§ Problem statement
Within the records below, find each line that holds the string "seqNow", then copy it.

§ Provided records
/**
 * The ledger: `.ratchet/ledger.jsonl` in the campaign directory, one JSON event per line.
 *
 * Writing (Journal): one writer at a time through `.ratchet/lock`; every event is assigned the next
 * `seq` (from 1) and an ISO 8601 time `at`, serialised to one line and written with one write call
 * to a file opened for appending, then fdatasync'ed before append() resolves. An event whose append()
 * resolved survives a crash of the process or the machine.
 *
 * Reading (readLedger, foldLedger): never takes the lock. A last line without its newline is a write
 * cut short by a crash (or a write in progress by the live writer): it is skipped and reported. Any
 * other malformed line is an error naming the file and line. When a Journal opens a ledger with such a
 * torn tail, the tail's bytes are first saved to `.ratchet/torn-<time>.jsonl` and then cut off, so the
 * file stays valid JSONL and nothing is silently lost.
 */
import { promises as fsp } from 'node:fs';
import { isAscii } from 'node:buffer';
import { join } from 'node:path';
import { acquireLock, RATCHET_DIR, type AcquireOptions, type Lock } from './lock.js';

export const LEDGER_FILE = 'ledger.jsonl';

/** An event as given to append(): any JSON-serialisable fields plus a type. */
export interface NewEvent {
  type: string;
  [key: string]: unknown;
}

/** An event as recorded. */
export interface LedgerEvent {
  seq: number;
  at: string;
  type: string;
  [key: string]: unknown;
}

/** A last line cut short by a crash: its 1-based line number and its text (at most 200 characters). */
export interface TornLine {
  line: number;
  text: string;
  /** Byte offset in the file where the torn line starts (= length of the valid part). */
  offset: number;
  /** Length in bytes of the torn tail. */
  bytes: number;
}

export interface LedgerRead {
  events: LedgerEvent[];
  torn?: TornLine;
}

/** A ledger that cannot be read: names the file and line. */
export class LedgerError extends Error {
  override name = 'LedgerError';
  constructor(
    message: string,
    readonly file: string,
    readonly line?: number,
  ) {
    super(line === undefined ? `${file}: ${message}` : `${file}:${line}: ${message}`);
  }
}

export function ledgerPath(campaignDir: string): string {
  return join(campaignDir, RATCHET_DIR, LEDGER_FILE);
}

const NEWLINE = 0x0a;
const SNIPPET = 200;

/** Parse one line; throws LedgerError naming the line when it is not a ledger event. */
function parseLine(text: string, file: string, line: number, prevSeq: number): LedgerEvent {
  let v: unknown;
  try {
    v = JSON.parse(text);
  } catch (err) {
    throw new LedgerError(
      `malformed ledger line (${(err as Error).message}); expected one JSON event per line, found ${JSON.stringify(snippet(text))}`,
      file,
      line,
    );
  }
  if (v === null || typeof v !== 'object' || Array.isArray(v)) {
    throw new LedgerError(`expected a JSON object, found ${JSON.stringify(snippet(text))}`, file, line);
  }
  const e = v as LedgerEvent;
  if (typeof e.seq !== 'number' || typeof e.type !== 'string' || typeof e.at !== 'string') {
    throw new LedgerError(`expected an event with numeric "seq", string "at" and "type", found ${JSON.stringify(snippet(text))}`, file, line);
  }
  if (e.seq <= prevSeq) {
    throw new LedgerError(`seq ${e.seq} does not follow seq ${prevSeq}; the ledger must only grow (was it edited or written by two processes?)`, file, line);
  }
  return e;
}

function snippet(text: string): string {
  return text.length > SNIPPET ? text.slice(0, SNIPPET) + '…' : text;
}

export interface FoldOptions {
  /** Read chunk size in bytes (default 1 MiB). */
  chunkBytes?: number;
}

export interface FoldResult<S> {
  state: S;
  /** Number of events folded. */
  count: number;
  /** Highest seq seen (0 for an empty ledger). */
  lastSeq: number;
  torn?: TornLine;
  /** Byte length of the valid part of the file. */
  validBytes: number;
}

/**
 * Stream the ledger of a campaign, folding each event into a state, in constant memory apart from
 * the state. A missing ledger folds to the initial state. Never takes the lock.
 * `reducer` may mutate and return its state (fastest) or return a new one.
 */
export async function foldLedger<S>(
  campaignDir: string,
  reducer: (state: S, event: LedgerEvent) => S,
  initial: S,
  opts: FoldOptions = {},
): Promise<FoldResult<S>> {
  return foldFile(ledgerPath(campaignDir), reducer, initial, opts);
}

/** foldLedger on an explicit ledger file path. */
export async function foldFile<S>(
  file: string,
  reducer: (state: S, event: LedgerEvent) => S,
  initial: S,
  opts: FoldOptions = {},
): Promise<FoldResult<S>> {
  let state = initial;
  let count = 0;
  let lastSeq = 0;
  let lineNo = 0;
  let validBytes = 0; // bytes up to and including the last newline seen
  let carry: Buffer[] = []; // bytes of a line not yet ended
  let carryBytes = 0;

  let fh: fsp.FileHandle;
  try {
    fh = await fsp.open(file, 'r');
  } catch (err) {
    if ((err as NodeJS.ErrnoException).code === 'ENOENT') return { state, count, lastSeq, validBytes: 0 };
    throw err;
  }
  const stream = fh.createReadStream({ highWaterMark: opts.chunkBytes ?? 1 << 20 });

  const take = (text: string): void => {
    lineNo++;
    if (text.length === 0 || isBlank(text)) return;
    const e = parseLine(text, file, lineNo, lastSeq);
    lastSeq = e.seq;
    state = reducer(state, e);
    count++;
  };

  let totalBytes = 0;
  for await (const chunk of stream as AsyncIterable<Buffer>) {
    totalBytes += chunk.length;
    const last = chunk.lastIndexOf(NEWLINE);
    if (last === -1) {
      carry.push(chunk);
      carryBytes += chunk.length;
      continue;
    }
    // Decode everything up to the chunk's last newline at once (a newline never splits a UTF-8
    // sequence), then split into lines; the first line may continue bytes carried from before.
    const part = carryBytes > 0 ? Buffer.concat([...carry, chunk.subarray(0, last)]) : chunk.subarray(0, last);
    carry = [];
    carryBytes = 0;
    // Pure ASCII (the usual case: JSON escapes control characters, paths are mostly ASCII) decodes
    // faster as latin1, which is the same text for bytes < 0x80.
    const body = isAscii(part) ? part.toString('latin1') : part.toString('utf8');
    let from = 0;
    for (let nl = body.indexOf('\n'); nl !== -1; nl = body.indexOf('\n', from)) {
      take(body.slice(from, nl));
      from = nl + 1;
    }
    take(body.slice(from));
    if (last + 1 < chunk.length) {
      const rest = chunk.subarray(last + 1);
      carry.push(rest);
      carryBytes += rest.length;
    }
  }
  let torn: TornLine | undefined;
  if (carryBytes > 0) {
    const text = Buffer.concat(carry).toString('utf8');
    torn = { line: lineNo + 1, text: snippet(text), offset: 0, bytes: carryBytes };
  }
  validBytes = totalBytes - carryBytes;
  if (torn) torn.offset = validBytes;
  return { state, count, lastSeq, torn, validBytes };
}

function isBlank(s: string): boolean {
  for (let i = 0; i < s.length; i++) {
    const c = s.charCodeAt(i);
    if (c !== 32 && c !== 9 && c !== 13) return false;
  }
  return true;
}

/**
 * All events of a campaign's ledger (read-only, no lock). A torn last line is skipped and reported
 * in `torn`; a malformed line elsewhere throws LedgerError naming the line. No ledger = no events.
 */
export async function readLedger(campaignDir: string): Promise<LedgerRead> {
  const r = await foldLedger<LedgerEvent[]>(
    campaignDir,
    (acc, e) => {
      acc.push(e);
      return acc;
    },
    [],
  );
  return r.torn ? { events: r.state, torn: r.torn } : { events: r.state };
}

export interface OpenOptions extends AcquireOptions {
  /** Keep the events read at open time in `journal.history` (default true; false saves memory on long ledgers). */
  history?: boolean;
}

/** The single writer of a campaign's ledger. */
export class Journal {
  private chain: Promise<unknown> = Promise.resolve();
  private closed = false;
  private broken: Error | null = null;

  private constructor(
    readonly campaignDir: string,
    readonly file: string,
    private readonly fh: fsp.FileHandle,
    private readonly lock: Lock,
    private seqNow: number,
    /** The events recorded before this Journal was opened (read while holding the lock). */
    readonly history: LedgerEvent[],
    /** A torn tail found and saved aside at open time, if any. */
    readonly repaired?: { torn: TornLine; savedTo: string },
  ) {}

  /**
   * Take the lock, read the existing ledger, repair a torn tail (saved to .ratchet/torn-<time>.jsonl
   * first, then cut off), and open the file for appending.
   */
  static async open(campaignDir: string, opts: OpenOptions = {}): Promise<Journal> {
    const lock = await acquireLock(campaignDir, opts);
    try {
      const file = ledgerPath(campaignDir);
      const log = opts.log ?? ((m: string) => process.stderr.write(`ratchet: ${m}\n`));
      const created = !(await exists(file));
      const keep = opts.history ?? true;
      const r = await foldFile<LedgerEvent[]>(file, keep ? (acc, e) => (acc.push(e), acc) : (acc) => acc, []);
      let repaired: { torn: TornLine; savedTo: string } | undefined;
      if (r.torn) {
        const savedTo = await saveTornTail(campaignDir, file, r.torn);
        repaired = { torn: r.torn, savedTo };
        log(
          `${file}:${r.torn.line}: the last line was cut short (a crash during a write); ` +
            `${r.torn.bytes} bytes starting ${JSON.stringify(r.torn.text.slice(0, 60))} moved to ${savedTo}`,
        );
      }
      const fh = await fsp.open(file, 'a', 0o644);
      if (created) await syncDir(join(campaignDir, RATCHET_DIR));
      return new Journal(campaignDir, file, fh, lock, r.lastSeq, r.state, repaired);
    } catch (err) {
      await lock.release();
      throw err;
    }
  }

  /** The seq of the last event recorded (0 when none). */
  get lastSeq(): number {
    return this.seqNow;
  }

  /**
   * Record one event: assigns seq and at, writes one line, fdatasyncs. Resolves once the line is on
   * disk. Calls are recorded in call order.
   */
  append<E extends NewEvent>(event: E): Promise<Omit<E, 'seq' | 'at'> & LedgerEvent> {
    return this.appendMany([event]).then((r) => r[0]);
  }

  /** Record several events with a single write and a single sync (all or, after a crash, a prefix). */
  appendMany<E extends NewEvent>(events: E[]): Promise<Array<Omit<E, 'seq' | 'at'> & LedgerEvent>> {
    if (this.closed) return Promise.reject(new Error(`${this.file}: the journal is closed`));
    if (this.broken) return Promise.reject(this.broken);
    const recorded: Array<Omit<E, 'seq' | 'at'> & LedgerEvent> = [];
    let text = '';
    try {
      for (const ev of events) {
        if (!ev || typeof ev.type !== 'string' || ev.type.length === 0) {
          throw new Error(`ledger event needs a non-empty string "type", got ${JSON.stringify(ev)}`);
        }
        // seq and at first so a line reads well; the caller's own seq/at would be overwritten.
        const { seq: _s, at: _a, ...rest } = ev;
        const e = { seq: this.seqNow + recorded.length + 1, at: new Date().toISOString(), ...rest } as unknown as Omit<E, 'seq' | 'at'> & LedgerEvent;
        const line = JSON.stringify(e);
        if (line.includes('\n')) throw new Error('internal: serialised event contains a newline');
        text += line + '\n';
        recorded.push(e);
      }
    } catch (err) {
      return Promise.reject(err);
    }
    if (recorded.length === 0) return Promise.resolve([]);
    this.seqNow += recorded.length;
    const buf = Buffer.from(text, 'utf8');
    const p = this.chain.then(async () => {
      if (this.broken) throw this.broken;
      try {
        await writeAll(this.fh, buf);
        await this.fh.datasync();
      } catch (err) {
        // The file's tail is now unknown; refuse further writes rather than risk a corrupt ledger.
        this.broken = new Error(`${this.file}: a ledger write failed (${(err as Error).message}); reopen the campaign`);
        throw this.broken;
      }
      return recorded;
    });
    this.chain = p.catch(() => undefined);
    return p;
  }

  /** Wait for pending appends, close the file and release the lock. */
  async close(): Promise<void> {
    if (this.closed) return;
    this.closed = true;
    try {
      await this.chain;
      await this.fh.close();
    } finally {
      await this.lock.release();
    }
  }
}

async function writeAll(fh: fsp.FileHandle, buf: Buffer): Promise<void> {
  let off = 0;
  while (off < buf.length) {
    const { bytesWritten } = await fh.write(buf, off, buf.length - off);
    off += bytesWritten;
  }
}

async function exists(p: string): Promise<boolean> {
  try {
    await fsp.stat(p);
    return true;
  } catch {
    return false;
  }
}

async function syncDir(dir: string): Promise<void> {
  try {
    const d = await fsp.open(dir, 'r');
    try {
      await d.sync();
    } finally {
      await d.close();
    }
  } catch {
    /* some filesystems refuse fsync on directories; the file itself is synced */
  }
}

/** Copy the torn tail to .ratchet/torn-<time>.jsonl (synced), then truncate the ledger to its valid part. */
async function saveTornTail(campaignDir: string, file: string, torn: TornLine): Promise<string> {
  const fh = await fsp.open(file, 'r+');
  try {
    const buf = Buffer.alloc(torn.bytes);
    let got = 0;
    while (got < torn.bytes) {
      const { bytesRead } = await fh.read(buf, got, torn.bytes - got, torn.offset + got);
      if (bytesRead === 0) break;
      got += bytesRead;
    }
    const stamp = new Date().toISOString().replace(/[:.]/g, '-');
    let savedTo = join(campaignDir, RATCHET_DIR, `torn-${stamp}.jsonl`);
    for (let i = 1; await exists(savedTo); i++) savedTo = join(campaignDir, RATCHET_DIR, `torn-${stamp}-${i}.jsonl`);
    const out = await fsp.open(savedTo, 'wx', 0o644);
    try {
      await writeAll(out, buf.subarray(0, got));
      await out.sync();
    } finally {
      await out.close();
    }
    await syncDir(join(campaignDir, RATCHET_DIR));
    await fh.truncate(torn.offset);
    await fh.sync();
    return savedTo;
  } finally {
    await fh.close();
  }
}
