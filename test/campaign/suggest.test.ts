/**
 * Nearest valid key for a typo. The distance is Levenshtein's (V. I. Levenshtein, "Binary codes capable of
 * correcting deletions, insertions, and reversals", Soviet Physics Doklady 10 (1966) 707); the worked example
 * kitten -> sitting = 3 edits is the textbook one and anchors the threshold cases below.
 */
import { describe, expect, it } from 'vitest';
import { distance } from 'fastest-levenshtein';
import { nearest } from '../../src/campaign/suggest.js';

const LABEL_KEYS = ['command', 'resources', 'setup', 'attempts', 'params', 'frames_per_task', 'max_force', 'max_rejected_fraction', 'contacts'];

describe('nearest', () => {
  it('uses edit distance (kitten -> sitting = 3)', () => {
    expect(distance('kitten', 'sitting')).toBe(3);
    // 3 edits on a 6-letter word are more than the allowed 2: no suggestion.
    expect(nearest('kitten', ['sitting'])).toBeUndefined();
    // A swap of two letters is 2 edits; on a 6-letter word that is allowed.
    expect(distance('memroy', 'memory')).toBe(2);
    expect(nearest('memroy', ['memory', 'walltime'])).toBe('memory');
    // On a 5-letter word only 1 edit is.
    expect(nearest('gpsu', ['gpus'])).toBeUndefined();
  });

  it.each([
    ['frame_per_task', 'frames_per_task'], // one deletion
    ['frames-per-task', 'frames_per_task'], // separators read as "_"
    ['Frames_Per_Task', 'frames_per_task'], // case ignored
    ['comand', 'command'],
    ['atempts', 'attempts'],
    ['resource', 'resources'],
    ['max_forces', 'max_force'],
  ])('%s -> %s', (typo, key) => {
    expect(nearest(typo, LABEL_KEYS)).toBe(key);
  });

  it('offers nothing for a word far from every key', () => {
    expect(nearest('colour', LABEL_KEYS)).toBeUndefined();
    expect(nearest('x', LABEL_KEYS)).toBeUndefined();
    expect(nearest('', LABEL_KEYS)).toBeUndefined();
  });

  it('finds enum values too', () => {
    expect(nearest('slurn', ['local', 'slurm', 'pbs', 'lsf', 'sge'])).toBe('slurm');
    expect(nearest('SLURM', ['local', 'slurm', 'pbs', 'lsf', 'sge'])).toBe('slurm');
  });
});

§ Completed task
    private seqNow: number,
    return this.seqNow;
        const e = { seq: this.seqNow + recorded.length + 1, at: new Date().toISOString(), ...rest } as unknown as Omit<E, 'seq' | 'at'> & LedgerEvent;
    this.seqNow += recorded.length;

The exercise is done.